With only three months to live, he wrote to Wells, “You cannot have known that since I first came over to England as a boy of 18 years, it became an intense wish fantasy of mine to settle in this country and become an Englishman. Two of my half brothers had done so 15 years before. But an infantile fantasy needs a bit of examination before it can be admitted to reality.”
Ernest Jones, a neurologist and psychoanalyst who became Freud’s close friend and eventually, his biographer, said that Freud was enthralled by the treasures that London held.

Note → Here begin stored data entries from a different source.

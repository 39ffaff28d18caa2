// The lab builder's form state and its conversion to and from the API's body (labInputSchema input).
// Every value with a unit is kept as the text the instructor typed ("4.7 kΩ", "1.8 V") and read with the
// grader's parseQuantity when the form is checked, so the builder reads units exactly as the grader does.
// Pure: no React, no server code; the client form and the unit tests share it.
import { z } from "zod";
import {
  defaultVariantSpec,
  formatQuantity,
  parseQuantity,
  templates,
  TEMPLATE_KEYS,
  type ParameterDraw,
  type ParameterSpec,
  type TemplateKey,
  type VariantSpec,
} from "@/lib/grader";
import { fromLocalInput, toLocalInput } from "@/lib/dates";
import { labInputSchema, type LabInput } from "@/lib/validation/labs";

export type DrawMode = "fixed" | "range" | "list";

export interface DrawForm {
  mode: DrawMode;
  /** fixed: the value with its unit, or the chosen option of a category */
  value: string;
  min: string;
  max: string;
  /** optional step of a range */
  step: string;
  /** list: values with units separated by semicolons or new lines; for a category, the chosen options joined by ";" */
  values: string;
  /** resistors only: "" or a series name */
  series: string;
  /** resistors only: percent, "" when not given */
  tolerancePercent: string;
}

export interface QuestionForm {
  id?: string;
  quantity: string;
  kind: "prediction" | "bench";
  points: string;
  /** "" uses the lab's default tolerance */
  tolerancePercent: string;
}

export interface BuilderForm {
  title: string;
  templateKey: TemplateKey;
  parameters: Record<string, DrawForm>;
  questions: QuestionForm[];
  /** policy.relativeTolerance × 100 */
  defaultTolerancePercent: string;
  /** policy.closeCredit × 100 */
  closeCreditPercent: string;
  /** policy.instrumentAccuracyPercent, "" when not given */
  instrumentAccuracyPercent: string;
  attemptsAllowed: string;
  counting: "best" | "last";
  /** datetime-local text ("2026-12-10T09:00") in the browser's time zone, or "" */
  opensAt: string;
  dueAt: string;
  /** late attempts accepted until then; "" for the default close */
  closesAt: string;
  latePenaltyPercentPerDay: string;
  lateFloorPercent: string;
  showExpected: "after_attempt" | "after_due" | "never";
  instructions: string;
  safetyNotes: string;
}

/** The parts of a lab the builder does not show but must keep (componentTolerances, closeMultiple). */
export interface KeptPolicy {
  closeMultiple?: number;
  componentTolerances?: Record<string, number>;
}

// ---------------------------------------------------------------------------------------------------
// Values as text
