// Every demo login lands on a page with something to do: the student's next lab due, the staff's review
// requests and labs due, the site admin's list of every course with a way to create one.
import type { Browser } from "playwright-core";
import { afterAll, beforeAll, describe, expect, it } from "vitest";
import { demo, launch, newPage, signIn } from "./harness";

let browser: Browser;
beforeAll(async () => {
  browser = await launch();
});
afterAll(async () => {
  await browser?.close();
});

async function landing(email: string, shot: string) {
  const { context, page } = await newPage(browser);
  await signIn(page, email);
  await page.getByRole("heading", { level: 1 }).waitFor();
  return { context, page, done: async () => { await page.screenshot({ path: `tests/.artifacts/${shot}.png`, fullPage: true }); await context.close(); } };
}

describe("where each demo login lands", () => {
  it("the student sees the next lab due in their course and can open it", async () => {
    const { page, done } = await landing(demo.student, "landing-student");
    const card = page.getByRole("listitem").filter({ hasText: "Measuring Small Currents" });
    await card.getByText(/Next due:/).waitFor();
    await card.getByText(/Next due:/).getByRole("link").click();
    await page.waitForURL(/\/labs\/[0-9a-f-]{36}$/);
    await done();
  });

  it("the instructor sees review requests and labs closing per course, and the course home lists what to do", async () => {
    const { page, done } = await landing(demo.instructor, "landing-instructor");
    const card = page.getByRole("listitem").filter({ hasText: "Measuring Small Currents" });
    await card.getByText(/open review requests?/).waitFor();
    await card.getByText(/closes .*submitted, \d+ missing/).first().waitFor();
    await card.getByRole("link", { name: "Measuring Small Currents" }).click();
    await page.getByRole("region", { name: /Open review requests/ }).waitFor();
    await page.getByRole("region", { name: "Labs closing this week" }).waitFor();
    await page.getByRole("region", { name: "Drafts to finish" }).getByRole("link").first().waitFor();
    expect(await page.getByRole("region", { name: "Join code" }).textContent()).toContain("LARK-214");
    await page.screenshot({ path: "tests/.artifacts/course-home-instructor.png", fullPage: true });
    // the bench parts list of a lab whose circuits have resistors, from the lab's page
    const courseId = new URL(page.url()).pathname.split("/")[2];
    const labs = (await (await page.context().request.get(`/api/courses/${courseId}/labs`)).json()).labs as { id: string; templateKey: string; status: string }[];
    const withResistors = labs.find((l) => l.status === "published" && l.templateKey === "shunt-burden")!;
    await page.goto(`/labs/${withResistors.id}`);
    await page.getByRole("link", { name: "Bench parts list" }).click();
    await page.waitForURL(/\/parts$/);
    const parts = page.getByRole("table", { name: "Resistors per value and per section" });
    await parts.waitFor();
    expect(await parts.getByRole("row").count()).toBeGreaterThan(1);
    await page.getByRole("link", { name: "Download CSV" }).waitFor();
    await page.screenshot({ path: "tests/.artifacts/parts-list.png", fullPage: true });
    await done();
  });

  it("the TA sees their staff course and the course they take as a student", async () => {
    const { page, done } = await landing(demo.ta, "landing-ta");
    await page.getByRole("listitem").filter({ hasText: "Measuring Small Currents" }).getByText(/open review requests?/).waitFor();
    // a student in the second demo course: that card says what is due there
    const other = page.getByRole("listitem").filter({ hasText: "Precision Instrumentation Workshop" });
    await other.getByText(/Next due:|open lab|Nothing is due/).waitFor();
    await done();
  });

  it("the site admin sees every course with its counts and a way to create one", async () => {
    const { page, done } = await landing(demo.admin, "landing-admin");
    const table = page.getByRole("table", { name: "Every course" });
    await table.waitFor();
    expect(await table.getByRole("row").count()).toBeGreaterThanOrEqual(3); // header and the two demo courses
    await page.getByRole("link", { name: "Create a course" }).waitFor();
    await done();
  });
});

“What meant most to him [in London] was the collection of antiquities, particularly the Egyptian ones, in the British Museum,” Jones said. “He did not go to any theater, because the evenings were given up to reading in preparation for the next day’s visit to the museum.”
And in a letter to Wilhelm Fliess, the German Jewish otolaryngologist, Freud wrote: “Egyptian antiquities… these things put me in a good mood and speak of distant times and countries.”
The intertwined fates of Egyptology and psychoanalysis
“Between Oedipus and the Sphinx” explores the themes of Egyptomania, sexuality, and death, and brings objects from Freud and Petrie’s own personal collections together for the first time.
A photograph from Freud’s collection shows a statue of Akhenaten, an ancient Egyptian king who ruled during the 18th Dynasty between 1352-1336 BCE. Akhenaten, popularly known as the “heretic” pharaoh, would play an important role in Freud’s narrative of the birth of Western identity.
“Akhenaten stands out as perhaps the most original thinker that ever lived in Egypt, and one of the great idealists of the world,” said Petrie.
Egypt also played a prominent role in Freud’s writings. In his psychobiography of Leonardo da Vinci, the Egyptian goddess Mut holds the key to the artist’s sexual and creative identity. And in Freud’s final work, “Moses and Monotheism,” published in 1939, the father of psychoanalysis makes the scandalous claim that Moses was not a Jew, but an Egyptian.
Petrie was the UK’s first Professor of Egyptology, the first biblical archaeologist in Palestine, and an eccentric famed for excavating in a pink onesie. His insatiable curiosity that led him to unearth how ancient civilization lived, worked and functioned, is now in conversation with the founder of psychoanalysis.
This new exhibition allows the visitor an opportunity to see some never-before displayed Egyptian treasures from Freud’s collection up close.